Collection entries
=== Section Start ===
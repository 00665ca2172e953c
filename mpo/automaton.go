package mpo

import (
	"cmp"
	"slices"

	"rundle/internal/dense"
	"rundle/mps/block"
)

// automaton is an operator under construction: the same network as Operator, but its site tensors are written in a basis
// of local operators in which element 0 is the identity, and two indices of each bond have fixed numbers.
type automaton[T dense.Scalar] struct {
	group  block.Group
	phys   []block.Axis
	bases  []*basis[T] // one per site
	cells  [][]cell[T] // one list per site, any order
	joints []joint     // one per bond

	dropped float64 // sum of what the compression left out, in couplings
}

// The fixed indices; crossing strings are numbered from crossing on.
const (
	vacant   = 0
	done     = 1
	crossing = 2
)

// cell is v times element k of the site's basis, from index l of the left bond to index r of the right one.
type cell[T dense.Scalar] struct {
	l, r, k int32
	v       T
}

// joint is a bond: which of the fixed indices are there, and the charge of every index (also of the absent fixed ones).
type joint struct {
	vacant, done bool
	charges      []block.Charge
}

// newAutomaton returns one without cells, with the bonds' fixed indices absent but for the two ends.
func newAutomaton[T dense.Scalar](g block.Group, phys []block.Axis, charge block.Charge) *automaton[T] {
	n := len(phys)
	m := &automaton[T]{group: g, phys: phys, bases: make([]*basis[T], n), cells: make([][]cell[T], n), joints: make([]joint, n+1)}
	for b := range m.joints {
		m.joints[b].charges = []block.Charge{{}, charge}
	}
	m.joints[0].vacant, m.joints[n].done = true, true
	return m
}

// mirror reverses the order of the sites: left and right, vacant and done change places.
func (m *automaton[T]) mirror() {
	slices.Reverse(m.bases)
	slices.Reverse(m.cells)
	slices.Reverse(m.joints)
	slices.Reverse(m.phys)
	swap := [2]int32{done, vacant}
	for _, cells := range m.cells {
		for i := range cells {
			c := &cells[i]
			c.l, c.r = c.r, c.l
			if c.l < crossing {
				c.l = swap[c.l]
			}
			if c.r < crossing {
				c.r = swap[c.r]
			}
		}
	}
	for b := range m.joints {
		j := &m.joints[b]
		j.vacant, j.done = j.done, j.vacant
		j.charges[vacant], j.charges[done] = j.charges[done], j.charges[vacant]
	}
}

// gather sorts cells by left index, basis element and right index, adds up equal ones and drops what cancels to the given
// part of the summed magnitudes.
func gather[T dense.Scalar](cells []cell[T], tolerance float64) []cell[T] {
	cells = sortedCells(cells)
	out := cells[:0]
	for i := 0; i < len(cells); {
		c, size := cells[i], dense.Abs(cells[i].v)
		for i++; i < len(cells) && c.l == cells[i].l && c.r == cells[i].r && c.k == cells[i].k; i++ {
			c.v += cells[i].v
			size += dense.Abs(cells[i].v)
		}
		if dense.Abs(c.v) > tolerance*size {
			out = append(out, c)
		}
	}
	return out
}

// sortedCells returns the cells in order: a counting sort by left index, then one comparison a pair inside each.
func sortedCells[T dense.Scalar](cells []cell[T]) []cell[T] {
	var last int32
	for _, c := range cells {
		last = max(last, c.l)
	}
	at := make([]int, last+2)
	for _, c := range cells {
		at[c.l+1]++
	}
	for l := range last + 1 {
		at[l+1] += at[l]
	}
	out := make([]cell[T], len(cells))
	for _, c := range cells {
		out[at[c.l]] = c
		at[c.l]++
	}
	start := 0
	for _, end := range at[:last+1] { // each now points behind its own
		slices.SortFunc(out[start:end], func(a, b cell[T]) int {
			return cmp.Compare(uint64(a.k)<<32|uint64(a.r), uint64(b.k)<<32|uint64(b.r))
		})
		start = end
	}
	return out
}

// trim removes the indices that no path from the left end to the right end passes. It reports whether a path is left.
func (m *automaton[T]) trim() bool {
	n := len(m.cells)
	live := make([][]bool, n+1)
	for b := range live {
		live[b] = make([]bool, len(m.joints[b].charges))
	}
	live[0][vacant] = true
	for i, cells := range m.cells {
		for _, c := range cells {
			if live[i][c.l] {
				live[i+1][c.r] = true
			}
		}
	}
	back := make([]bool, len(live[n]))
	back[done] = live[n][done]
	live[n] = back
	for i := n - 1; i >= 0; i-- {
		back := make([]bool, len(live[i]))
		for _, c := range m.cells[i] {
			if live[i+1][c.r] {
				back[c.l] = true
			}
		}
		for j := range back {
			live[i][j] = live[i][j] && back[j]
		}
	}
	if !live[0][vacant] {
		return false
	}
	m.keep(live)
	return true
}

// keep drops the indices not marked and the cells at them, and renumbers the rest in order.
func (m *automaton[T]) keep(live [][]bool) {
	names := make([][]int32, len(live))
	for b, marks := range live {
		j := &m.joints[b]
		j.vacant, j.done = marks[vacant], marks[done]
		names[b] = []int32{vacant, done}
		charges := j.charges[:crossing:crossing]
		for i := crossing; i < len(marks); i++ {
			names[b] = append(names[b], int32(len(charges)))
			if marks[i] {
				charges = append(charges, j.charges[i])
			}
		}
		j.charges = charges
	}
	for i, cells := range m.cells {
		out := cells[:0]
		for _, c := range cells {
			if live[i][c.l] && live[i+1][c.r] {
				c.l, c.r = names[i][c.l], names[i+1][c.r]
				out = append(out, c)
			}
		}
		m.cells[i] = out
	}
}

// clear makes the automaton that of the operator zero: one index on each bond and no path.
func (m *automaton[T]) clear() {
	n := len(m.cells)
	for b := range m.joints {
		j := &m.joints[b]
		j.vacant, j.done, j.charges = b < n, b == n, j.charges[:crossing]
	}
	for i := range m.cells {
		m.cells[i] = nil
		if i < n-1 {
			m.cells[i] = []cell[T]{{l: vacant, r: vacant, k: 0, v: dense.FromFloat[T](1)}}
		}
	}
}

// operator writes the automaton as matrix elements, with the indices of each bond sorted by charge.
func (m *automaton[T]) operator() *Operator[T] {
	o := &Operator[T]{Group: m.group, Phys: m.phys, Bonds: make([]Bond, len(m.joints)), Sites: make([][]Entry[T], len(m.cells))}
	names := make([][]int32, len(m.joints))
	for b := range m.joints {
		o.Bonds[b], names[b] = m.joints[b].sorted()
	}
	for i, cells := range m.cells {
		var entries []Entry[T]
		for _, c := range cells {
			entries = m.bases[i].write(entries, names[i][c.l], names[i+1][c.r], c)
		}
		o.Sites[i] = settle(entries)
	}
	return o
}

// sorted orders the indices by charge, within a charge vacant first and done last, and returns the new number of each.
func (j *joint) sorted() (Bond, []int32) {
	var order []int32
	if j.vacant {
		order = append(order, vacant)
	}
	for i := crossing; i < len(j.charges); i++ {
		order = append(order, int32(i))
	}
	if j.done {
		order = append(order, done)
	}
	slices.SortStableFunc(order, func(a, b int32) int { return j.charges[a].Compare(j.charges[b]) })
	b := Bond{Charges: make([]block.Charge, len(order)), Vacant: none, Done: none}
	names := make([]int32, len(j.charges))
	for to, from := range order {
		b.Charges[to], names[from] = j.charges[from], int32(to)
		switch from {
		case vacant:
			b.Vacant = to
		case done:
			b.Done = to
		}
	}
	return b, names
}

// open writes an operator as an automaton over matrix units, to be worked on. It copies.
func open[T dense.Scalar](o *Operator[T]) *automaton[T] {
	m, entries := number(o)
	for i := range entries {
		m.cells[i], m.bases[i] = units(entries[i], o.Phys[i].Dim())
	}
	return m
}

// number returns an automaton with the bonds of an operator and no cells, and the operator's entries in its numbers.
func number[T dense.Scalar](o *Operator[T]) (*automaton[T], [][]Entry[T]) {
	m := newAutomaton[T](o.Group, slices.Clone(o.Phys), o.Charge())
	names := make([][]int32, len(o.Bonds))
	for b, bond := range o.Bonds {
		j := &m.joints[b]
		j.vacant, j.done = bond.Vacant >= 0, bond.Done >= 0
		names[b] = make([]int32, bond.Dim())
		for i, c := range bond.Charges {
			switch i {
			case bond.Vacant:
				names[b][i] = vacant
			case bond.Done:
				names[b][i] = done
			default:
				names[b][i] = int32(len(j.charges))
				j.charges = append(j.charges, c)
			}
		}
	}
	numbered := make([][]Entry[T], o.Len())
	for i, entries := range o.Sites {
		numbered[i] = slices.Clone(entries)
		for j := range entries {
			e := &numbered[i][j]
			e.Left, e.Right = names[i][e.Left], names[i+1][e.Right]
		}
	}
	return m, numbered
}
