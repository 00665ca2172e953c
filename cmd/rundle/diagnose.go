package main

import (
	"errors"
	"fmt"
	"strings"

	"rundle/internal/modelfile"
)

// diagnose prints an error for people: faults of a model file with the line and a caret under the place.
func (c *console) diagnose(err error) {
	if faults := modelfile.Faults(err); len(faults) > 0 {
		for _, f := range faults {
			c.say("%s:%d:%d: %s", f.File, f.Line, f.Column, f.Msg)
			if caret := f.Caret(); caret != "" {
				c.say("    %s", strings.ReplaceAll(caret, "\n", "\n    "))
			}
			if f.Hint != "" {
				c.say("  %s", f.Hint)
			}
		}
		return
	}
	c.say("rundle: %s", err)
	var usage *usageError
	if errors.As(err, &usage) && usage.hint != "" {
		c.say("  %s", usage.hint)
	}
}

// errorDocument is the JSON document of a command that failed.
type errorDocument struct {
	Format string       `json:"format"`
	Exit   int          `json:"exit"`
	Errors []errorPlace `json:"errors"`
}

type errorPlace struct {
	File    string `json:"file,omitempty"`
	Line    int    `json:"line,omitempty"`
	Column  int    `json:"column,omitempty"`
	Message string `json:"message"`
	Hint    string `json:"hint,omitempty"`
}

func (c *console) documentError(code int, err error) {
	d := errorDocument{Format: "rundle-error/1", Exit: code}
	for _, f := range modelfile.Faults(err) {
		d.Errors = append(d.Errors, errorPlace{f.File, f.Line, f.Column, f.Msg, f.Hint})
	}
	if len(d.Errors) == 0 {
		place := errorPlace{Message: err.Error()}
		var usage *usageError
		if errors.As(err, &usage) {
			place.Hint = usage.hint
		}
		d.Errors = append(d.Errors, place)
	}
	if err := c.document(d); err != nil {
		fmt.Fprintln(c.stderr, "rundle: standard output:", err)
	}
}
=== Section End ===
Problem statement - What is the number of lines in the entries above that include the word "strings"? Answer with that number alone.

Answer space - 3